In a nutshell, patching BIND for GeoDNS support results in a DNS server that can answer queries at an extremely rapid rate compared with this ACL method (I have confirmed this; it is quite easy to test; see below). This is because the MaxMind binary database is a binary search tree data structure, and so the worst case maximum number of lookups required to determine the country location of an IPv4 address will be 32 iterations (and most times, far less than this). Similarly, for their IPv6 binary database, this number changes to 128 iterations. As you can imagine, patching the MaxMind GeoIP C library directly into BIND to achieve GeoDNS will result in a server which is able to process, lookup and answer DNS queries with very few CPU cycles. As such, if your DNS servers are high-traffic servers, responding to many DNS requests per second, it would be advisable to go with the source code patching route.

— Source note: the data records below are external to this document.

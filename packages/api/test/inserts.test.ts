import { getConnectionToken } from '@nestjs/sequelize';
import { QueryTypes, UniqueConstraintError } from 'sequelize';
import type { Sequelize } from 'sequelize-typescript';
import { afterAll, beforeAll, describe, expect, it } from 'vitest';
import { InsertsService, type NewRows } from '../src/database/inserts.service.js';
import { MissRule } from '../src/misses/models/miss-rule.model.js';
import { Miss } from '../src/misses/models/miss.model.js';
import { onPostgres, startTestApp, type TestApp } from './support/test-app.js';

// A new row and its dependents written together (database/inserts.service.ts): on SQLite as one
// exec with BEGIN and COMMIT of its own, on PostgreSQL through the models in a transaction.
// Either way the rows must be stored exactly as Sequelize's own create stores them.
let t: TestApp;
let sequelize: Sequelize;
let inserts: InsertsService;
let household: { householdId: number; studentId: number };

beforeAll(async () => {
  t = await startTestApp();
  sequelize = t.app.get<Sequelize>(getConnectionToken());
  inserts = t.app.get(InsertsService);
  const [first] = await sequelize.query<{ householdId: number; studentId: number }>(
    'SELECT household_id AS "householdId", id AS "studentId" FROM students ORDER BY id LIMIT 1',
    { type: QueryTypes.SELECT },
  );
  household = first!;
}, 120_000);
afterAll(() => t.close());

/** A miss's values with JSON, date-only, boolean and null columns among them. */
function missValues(problem: string, extra: Record<string, unknown> = {}) {
  return {
    ...household,
    occurredOn: '2026-11-30',
    problem,
    answer: '139',
    steps: { kind: 'subtraction', lines: ['214', '- 75', '139'] },
    explanation: 'I took the small from the big',
    cause: 'step',
    note: '',
    status: 'logged',
    skills: ['regrouping'],
    revisit: ['12'],
    correct: false,
    expected: '139',
    ruleIds: ['sub-smaller-from-larger'],
    facts: [],
    kind: 'computation',
    createdBy: null,
    updatedBy: null,
    ...extra,
  };
}

const rule = (missId: number, ruleId: string): NewRows => ({
  model: MissRule,
  values: [{ missId, ruleId, householdId: household.householdId }],
});

async function rowsOf(table: string, where: string): Promise<Record<string, unknown>[]> {
  return sequelize.query(`SELECT * FROM ${table} WHERE ${where} ORDER BY 1`, {
    type: QueryTypes.SELECT,
  });
}

async function count(table: string): Promise<number> {
  const [row] = await sequelize.query<{ n: number | string }>(
    `SELECT COUNT(*) AS n FROM ${table}`,
    { type: QueryTypes.SELECT },
  );
  return Number(row!.n);
}

describe('a new row with its dependents, written together', () => {
  it('stores a miss exactly as Sequelize’s create does, with its rule rows', async () => {
    const made = await Miss.create(missValues('214 - 75 (create)'));
    const id = await inserts.withNewId(Miss, (id) => [
      { model: Miss, values: [{ ...missValues('214 - 75 (together)'), id }] },
      rule(id, 'sub-smaller-from-larger'),
    ]);
    const [byCreate, together] = await rowsOf('misses', `id IN (${made.id}, ${id})`);
    const { id: _a, problem: _p, created_at: createdA, updated_at: _u, ...rest } = byCreate!;
    const {
      id: _b,
      problem: _q,
      created_at: createdB,
      updated_at: _v,
      ...restTogether
    } = together!;
    // The reference is Sequelize's own create: every stored value, JSON and dates included.
    expect(restTogether).toEqual(rest);
    expect(typeof createdB).toBe(typeof createdA);
    if (typeof createdA === 'string') {
      expect(createdB).toMatch(/^\d{4}-\d\d-\d\d \d\d:\d\d:\d\d\.\d{3} \+00:00$/);
    }
    expect(id).toBeGreaterThan(made.id);
    expect(await rowsOf('miss_rules', `miss_id = ${id}`)).toEqual([
      { miss_id: id, rule_id: 'sub-smaller-from-larger', household_id: household.householdId },
    ]);
    // Read back through the model, as the app reads it.
    const read = await Miss.findByPk(id);
    expect(read!.steps).toEqual({ kind: 'subtraction', lines: ['214', '- 75', '139'] });
    expect(read!.skills).toEqual(['regrouping']);
  });

  it('writes nothing when its last row is refused, and fails as Sequelize’s own error', async () => {
    const before = { misses: await count('misses'), rules: await count('miss_rules') };
    // The same rule twice breaks miss_rules' primary key after the miss itself was inserted.
    const twice = inserts.withNewId(Miss, (id) => [
      { model: Miss, values: [{ ...missValues('300 - 1 (refused)'), id }] },
      {
        model: MissRule,
        values: [
          { missId: id, ruleId: 'same-rule', householdId: household.householdId },
          { missId: id, ruleId: 'same-rule', householdId: household.householdId },
        ],
      },
    ]);
    await expect(twice).rejects.toBeInstanceOf(UniqueConstraintError);
    expect({ misses: await count('misses'), rules: await count('miss_rules') }).toEqual(before);
    // The write queue and the connection go on.
    const id = await inserts.withNewId(Miss, (id) => [
      { model: Miss, values: [{ ...missValues('300 - 1 (after)'), id }] },
    ]);
    expect(await rowsOf('misses', `id = ${id}`)).toHaveLength(1);
  });

  it('refuses a second miss with the same idempotency key in the household', async () => {
    const key = { idempotencyKey: 'same-key-twice', requestDigest: 'digest' };
    await inserts.withNewId(Miss, (id) => [
      { model: Miss, values: [{ ...missValues('5 + 5 (first)', key), id }] },
    ]);
    const again = inserts.withNewId(Miss, (id) => [
      { model: Miss, values: [{ ...missValues('5 + 5 (again)', key), id }] },
    ]);
    await expect(again).rejects.toBeInstanceOf(UniqueConstraintError);
  });

  it('takes the next free id after rows made through the model or straight in SQL', async () => {
    const first = await inserts.withNewId(Miss, (id) => [
      { model: Miss, values: [{ ...missValues('1 + 1'), id }] },
    ]);
    const byModel = await Miss.create(missValues('2 + 2'));
    expect(byModel.id).toBe(first + 1);
    const afterModel = await inserts.withNewId(Miss, (id) => [
      { model: Miss, values: [{ ...missValues('3 + 3'), id }] },
      rule(id, 'after-model'),
    ]);
    expect(afterModel).toBe(byModel.id + 1);
    if (onPostgres()) return; // PostgreSQL's sequence hands out ids; nothing here is counted.
    // A row no model hook hears of (another process, a script) takes the id counted on next:
    // the primary key refuses it, and the rows go in under the next free id instead.
    const fields = Object.values(Miss.getAttributes())
      .map((a) => a.field!)
      .filter((f) => f !== 'id');
    await sequelize.query(
      `INSERT INTO misses (id, ${fields.join(', ')})
       SELECT ${afterModel + 1}, ${fields.join(', ')} FROM misses WHERE id = ${afterModel}`,
    );
    const afterSql = await inserts.withNewId(Miss, (id) => [
      { model: Miss, values: [{ ...missValues('4 + 4'), id }] },
      rule(id, 'after-sql'),
    ]);
    expect(afterSql).toBe(afterModel + 2);
    expect(await rowsOf('miss_rules', `miss_id = ${afterSql}`)).toEqual([
      { miss_id: afterSql, rule_id: 'after-sql', household_id: household.householdId },
    ]);
  });
});
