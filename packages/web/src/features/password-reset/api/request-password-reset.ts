import { useMutation } from '@tanstack/react-query';

import { api } from '../../../lib/api-client';

/** Always the same answer, whether or not the address has an account. */
export const requestPasswordReset = (email: string) =>
  api.post<{ message: string }>('/auth/password-reset', { email });

export const useRequestPasswordReset = () => useMutation({ mutationFn: requestPasswordReset });
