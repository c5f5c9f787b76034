import { getConnectionToken } from '@nestjs/sequelize';
import type { Sequelize } from 'sequelize-typescript';
import { afterAll, beforeAll, describe, expect, it } from 'vitest';
import { DEMO, signedIn, startTestApp, type TestApp } from './support/test-app.js';

let t: TestApp;
beforeAll(async () => {
  t = await startTestApp();
}, 120_000);
afterAll(() => t.close());

describe('a full disk', () => {
  it('answers 507 with a plain message and leaves the database as it was', async () => {
    const owner = await signedIn(t, DEMO.owner);
    const sequelize = t.app.get<Sequelize>(getConnectionToken());
    // SQLite's own cap on the file size stands in for a full disk (root ignores file modes).
    const [[{ page_count }]] = (await sequelize.query('PRAGMA page_count')) as [
      [{ page_count: number }],
      unknown,
    ];
    await sequelize.query(`PRAGMA max_page_count = ${page_count}`);
    try {
      let refused: { status: number; body: { message: string } } | undefined;
      for (let i = 0; i < 500 && !refused; i += 1) {
        const before = (await owner.get('/api/students').expect(200)).body.total as number;
        const res = await owner.post('/api/students', {
          name: `Filler ${i} ${'x'.repeat(30)}`,
          gradeLevel: '2',
        });
        if (res.status !== 201) {
          refused = res;
          const after = (await owner.get('/api/students').expect(200)).body.total as number;
          expect(after).toBe(before);
        }
      }
      expect(refused?.status).toBe(507);
      expect(refused?.body.message).toMatch(/out of storage space, so nothing was saved/);
    } finally {
      await sequelize.query('PRAGMA max_page_count = 1073741823');
    }
    await owner.post('/api/students', { name: 'After', gradeLevel: '2' }).expect(201);
  });
});
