import { Module } from '@nestjs/common';
import { SequelizeModule } from '@nestjs/sequelize';
import { MissesModule } from '../misses/misses.module.js';
import { Note } from './models/note.model.js';
import { NotesController } from './notes.controller.js';
import { NotesService } from './notes.service.js';

@Module({
  imports: [SequelizeModule.forFeature([Note]), MissesModule],
  controllers: [NotesController],
  providers: [NotesService],
  exports: [NotesService],
})
export class NotesModule {}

Alternatively, if maintainability is of more importance to you, the ACL method described in this HOWTO is still a viable option, but with the consequence of a substantial performance hit. According to John (who has been chatting with Paul Vixie, the primary author and architect of BIND until release 8), the ACL feature was never designed with the intention to store and hold the number of ACL entries that the above scripts generate, for GeoDNS purposes. This I can believe, as the scripts above (for IPv4) produce an ACL definition file containing over 200,000 ACL entries, which BIND has to load and subsequently store in its memory once launched. I am not fully aware of the data structures used within BIND to store ACLs, but they will be far less efficient than the simple binary search tree that MaxMind offer with their binary GeoIP databases. It is for this reason that the ACL method described in this HOWTO will result in a far slower DNS server, depending on how many views you create and the ACLs assigned to them.

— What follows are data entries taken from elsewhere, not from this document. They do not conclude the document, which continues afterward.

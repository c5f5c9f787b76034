import { afterAll, beforeAll, describe, expect, it } from 'vitest';
import { fixture } from './support/photos.js';
import { listApiRoutes } from './support/routes.js';
import {
  Client,
  DEMO,
  registered,
  signedIn,
  startTestApp,
  type TestApp,
} from './support/test-app.js';

type Actor = 'anon' | 'owner' | 'parent' | 'tutor' | 'tutorUngranted' | 'admin' | 'stranger';
const ACTORS: Actor[] = ['anon', 'owner', 'parent', 'tutor', 'tutorUngranted', 'admin', 'stranger'];
type Method = 'get' | 'post' | 'put' | 'patch' | 'delete';

interface Ids {
  /** A student the actor's request targets: the granted one, or the other for tutorUngranted. */
  student: number;
  /** A miss of that student, and a photo of that miss. */
  miss: number;
  photo: number;
  /** The household's course, lesson and answer key, and a sitting of the student on that key. */
  course: number;
  lesson: number;
  key: number;
  keyItem: number;
  sitting: number;
  /** A check-up of the student not yet taken, and as many answers as it has problems. */
  checkUp: number;
  checkUpAnswers?: string[];
  /** A review plan and a pattern note of the student (made fresh by the cases that need them). */
  plan?: number;
  patternNote?: number;
}

interface Case {
  route: string;
  path: (ids: Ids) => string;
  body?: object | ((ids: Ids) => object);
  /** Use a fresh session and fresh target for each actor (the call changes them). */
  destructive?: boolean;
  /** How a destructive case makes its fresh target (default: a new student). */
  fresh?: (student: number) => Promise<Partial<Ids>>;
  expect: Record<Actor, number>;
}

const same = (status: number): Record<Actor, number> =>
  Object.fromEntries(ACTORS.map((a) => [a, status])) as Record<Actor, number>;

const members = (ok: number, admin = 403): Record<Actor, number> => ({
  anon: 401,
  owner: ok,
  parent: ok,
  tutor: ok,
  tutorUngranted: ok,
  admin,
  stranger: ok,
});
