import { afterAll, beforeAll, describe, expect, it } from 'vitest';
import { linkPath, waitForMail } from './support/mail.js';
import {
  Client,
  DEMO,
  registered,
  signedIn,
  startTestApp,
  type TestApp,
} from './support/test-app.js';

// A forged Host (and a forwarded one, even behind a trusted proxy) must never decide where a
// mailed link points: that would hand reset and invitation tokens to the forger's server.
const FORGED = { Host: 'evil.example:8080', 'X-Forwarded-Host': 'evil.example' };

async function anonymous(t: TestApp): Promise<Client> {
  const c = new Client(t.http());
  await c.refreshToken();
  return c;
}

function originOf(t: TestApp): string {
  const { port } = t.app.getHttpServer().address() as { port: number };
  return `http://localhost:${port}`;
}

describe('links in development: the server’s own listening origin', () => {
  let t: TestApp;
  beforeAll(async () => {
    t = await startTestApp({ SMTP_URL: '', PUBLIC_URL: '', TRUST_PROXY: 'true' });
  });
  afterAll(() => t.close());

  it('builds a reset link from where the server listens, not from Host or X-Forwarded-Host', async () => {
    await registered(t, 'forged-reset@example.test', 'Forged reset household');
    const c = await anonymous(t);
    await c
      .post('/api/auth/password-reset', { email: 'forged-reset@example.test' })
      .set(FORGED)
      .expect(202);
    const mail = await waitForMail(c, 'forged-reset@example.test', /new Workback password/);
    const link = mail.links.find((l) => l.includes('/reset-password/'))!;
    expect(new URL(link).origin).toBe(originOf(t));
    expect(mail.text + mail.html).not.toContain('evil.example');
  });

  it('builds an invitation link the same way', async () => {
    const owner = await signedIn(t, DEMO.owner);
    await owner
      .post('/api/invitations', { email: 'forged-invite@example.test', role: 'parent' })
      .set(FORGED)
      .expect(201);
    const mail = await waitForMail(owner, 'forged-invite@example.test', /invited you/);
    const link = mail.links.find((l) => l.includes('/invitations/'))!;
    expect(new URL(link).origin).toBe(originOf(t));
    expect(linkPath(mail, '/invitations/')).toMatch(/^\/invitations\/[A-Za-z0-9_-]{43}$/);
    expect(mail.text + mail.html).not.toContain('evil.example');
  });
});

describe('links with PUBLIC_URL set', () => {
  let t: TestApp;
  const PUBLIC_URL = 'https://workback.example.test/';
  beforeAll(async () => {
    t = await startTestApp({ SMTP_URL: '', PUBLIC_URL, TRUST_PROXY: 'true' });
  });
  afterAll(() => t.close());

  it('points reset, invitation and confirmation links at PUBLIC_URL whatever the headers say', async () => {
    await registered(t, 'public-reset@example.test', 'Public reset household');
    const c = await anonymous(t);
    await c
      .post('/api/auth/password-reset', { email: 'public-reset@example.test' })
      .set(FORGED)
      .expect(202);
    const reset = await waitForMail(c, 'public-reset@example.test', /new Workback password/);
    expect(
      reset.links.some((l) => l.startsWith('https://workback.example.test/reset-password/')),
    ).toBe(true);

    const owner = await signedIn(t, DEMO.owner);
    await owner
      .post('/api/invitations', { email: 'public-invite@example.test', role: 'parent' })
      .set(FORGED)
      .expect(201);
    const invite = await waitForMail(owner, 'public-invite@example.test', /invited you/);
    expect(
      invite.links.some((l) => l.startsWith('https://workback.example.test/invitations/')),
    ).toBe(true);

    const confirm = await waitForMail(c, 'public-reset@example.test', /Confirm your e-mail/);
    expect(
      confirm.links.some((l) => l.startsWith('https://workback.example.test/verify-email/')),
    ).toBe(true);
    for (const mail of [reset, invite, confirm]) {
      expect(mail.text + mail.html).not.toContain('evil.example');
    }
  });
});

To give you an idea of just how much of a performance hit this ACL method induces, I have a small low-power server on my network running a CentaurHauls VIA Nehemiah CPU @ 1 GHz (2000 BogoMips) with a 192.168.0.0/16 IP address (see RFC 1918; all other hosts on my LAN are in this network so none of them would be a match in any of the above ACLs). When loading BIND with the GeoIP.acl include file, and creating a catch-all view that matches any client (not using any of the ACLs in the GeoIP.acl include file), the DNS response time tends to be about 2 ms. If, however, another view is created before this catch-all one in named.conf, and the clause:
match-clients { A1; A2; AD; AE; AF; AG; AI; AL; AM; AN; ... VI; VN; VU; WF; WS; YE; YT; ZA; ZM; ZW; };
is added to this view (forcing it to attempt a match across every single ACL definition inside the GeoIP.acl file), the response time sores to around 85 ms. In other words, the amount of work that we have now asked BIND to do, in order for it to verify if any of the ACLs are a match for a client with IP address in 192.168.0.0/16, has resulted in it slowing down by a factor of 40 (a rough guestimate figure only) which is a substantial performance hit that needs to be considered. For this reason, if using the ACL method described in this HOWTO, try and limit the number of views you create and the number of ACLs assigned to them as this will lower the amount of work BIND has to do when answering DNS queries made to it.
In short, you should determine if speed (source code patching) or maintainability (ACL include file) is of more importance to you and be fully aware of the pros and cons of each method of GeoDNS implementation within BIND. As a systems administrator, use your head to decide which method to go with. As www.kernel.org is a global site, ranked around 10,000 across all sites on the internet (according to Alexa), John has done the right thing and gone with the patching method when deploying BIND GeoDNS servers for Kernel.org.